Exercise input Block Start
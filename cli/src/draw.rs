//! `layflow draw`: one layout of the plant as an SVG picture: locations, departments, docks, aisles and flows.
//!
//! Flows between departments come from the static from-to chart and are drawn
//! as curves whose width is proportional to loads per hour. Each curve bends
//! to the right of its direction of travel, so the two directions between a
//! pair of departments never lie on top of each other, and lines between bays
//! in a row do not run over the bays between them. With an aisle network the
//! aisles are drawn too, coloured by static traffic: the from-to chart routed
//! over the shortest paths, or, with `--results`, by the simulated congestion
//! (or traffic) per segment read from a results folder. Every element carries a class and data attributes
//! (`class="flow" data-loads-per-h=...`), so tests and scripts can read the
//! picture back.

use std::path::{Path, PathBuf};

use clap::Args;
use layflow_models::analysis::StaticPicture;
use layflow_models::network::AisleNetwork;
use layflow_models::plant::{DepartmentRole, Plant};
use svg::node::element::path::Data;
use svg::node::element::{Circle, Group, Line, Path as SvgPath, Rectangle, Text, Title};
use svg::Document;

use crate::{load, Failure};

/// Arguments of `layflow draw`.
#[derive(Args, Debug)]
pub struct DrawArgs {
    /// The scenario file (YAML).
    pub scenario: PathBuf,
    /// The layout to draw (default: the first).
    #[arg(long, value_name = "NAME")]
    pub layout: Option<String>,
    /// A results folder (`compare --out`, or an experiment's folder): the
    /// aisles are coloured by the simulated congestion delay per segment (or
    /// by simulated traffic where nobody waited) from its summary.csv.
    #[arg(long, value_name = "DIR")]
    pub results: Option<PathBuf>,
    /// Scale every product's demand by this factor (overrides the scenario's demand_factor).
    #[arg(long, value_name = "FACTOR")]
    pub demand: Option<f64>,
    /// The SVG file to write.
    #[arg(short = 'o', long = "out", value_name = "FILE.svg")]
    pub out: PathBuf,
}

// The project's colours (the same as the charts of `fleet --plot`).
const TEAL: (u8, u8, u8) = (27, 127, 121);
const AMBER: (u8, u8, u8) = (217, 140, 0);
const SLATE: (u8, u8, u8) = (61, 74, 92);
const BRICK: (u8, u8, u8) = (179, 64, 58);
/// An aisle that carries nothing: a pale slate.
const AISLE_IDLE: (u8, u8, u8) = (214, 219, 226);

/// Widest flow line, px: the largest flow gets it, the others in proportion.
const FLOW_MAX_PX: f64 = 16.0;
/// Thinnest flow line, px, so a small flow is still seen.
const FLOW_MIN_PX: f64 = 1.0;
/// Width of the plant drawing, px; the legend sits to its right.
const PLANT_PX: f64 = 1000.0;
const MARGIN: f64 = 40.0;
const TOP: f64 = 78.0;
const LEGEND_PX: f64 = 300.0;

/// Draw `args.layout` of `args.scenario` to `args.out`.
pub fn draw(args: &DrawArgs) -> Result<(), Failure> {
    let plant = load(&args.scenario)?;
    let layout = match &args.layout {
        None => 0,
        Some(name) => plant.layout_index(name).ok_or_else(|| {
            let names: Vec<&str> = plant.layouts.iter().map(|l| l.name.as_str()).collect();
            Failure::input(format!("--layout {name}: no such layout; the layouts are: {}", names.join(", ")))
        })?,
    };
    let factor = crate::check::demand_factor(&plant, args.demand)?;
    let sim = match &args.results {
        Some(dir) => {
            if !dir.is_dir() {
                return Err(Failure::input(format!("--results {}: not a directory", dir.display())));
            }
            let sim = simulated(dir, &plant, layout)?;
            if sim.is_none() {
                eprintln!(
                    "note: --results {}: no per-segment results there. They come from the segment-by-segment \
                     simulation, which runs when the scenario's aisles have a capacity, a speed limit or a zone; \
                     the aisles are coloured by static traffic (the from-to chart over the shortest paths) instead.",
                    dir.display()
                );
            }
            sim
        }
        None => None,
    };
    let pic = StaticPicture::new(&plant, factor);
    let doc = picture(&plant, layout, &pic, &args.scenario, sim.as_ref());
    let dir = match args.out.parent() {
        Some(p) if !p.as_os_str().is_empty() => p.to_path_buf(),
        _ => PathBuf::from("."),
    };
    let name = args
        .out
        .file_name()
        .ok_or_else(|| Failure::input(format!("-o {}: not a file name", args.out.display())))?
        .to_string_lossy()
        .into_owned();
    if !dir.is_dir() {
        return Err(Failure::input(format!(
            "-o {}: the folder {} does not exist",
            args.out.display(),
            dir.display()
        )));
    }
    crate::output::write_atomic(&dir, &name, doc.to_string().as_bytes())?;
    eprintln!("wrote {}", args.out.display());
    Ok(())
}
Exercise input Block End
What is needed>
Search the preceding listing for "display" and extract every line where it is found.

The answer>
                return Err(Failure::input(format!("--results {}: not a directory", dir.display())));
                    dir.display()
        .ok_or_else(|| Failure::input(format!("-o {}: not a file name", args.out.display())))?
            args.out.display(),
            dir.display()
    eprintln!("wrote {}", args.out.display());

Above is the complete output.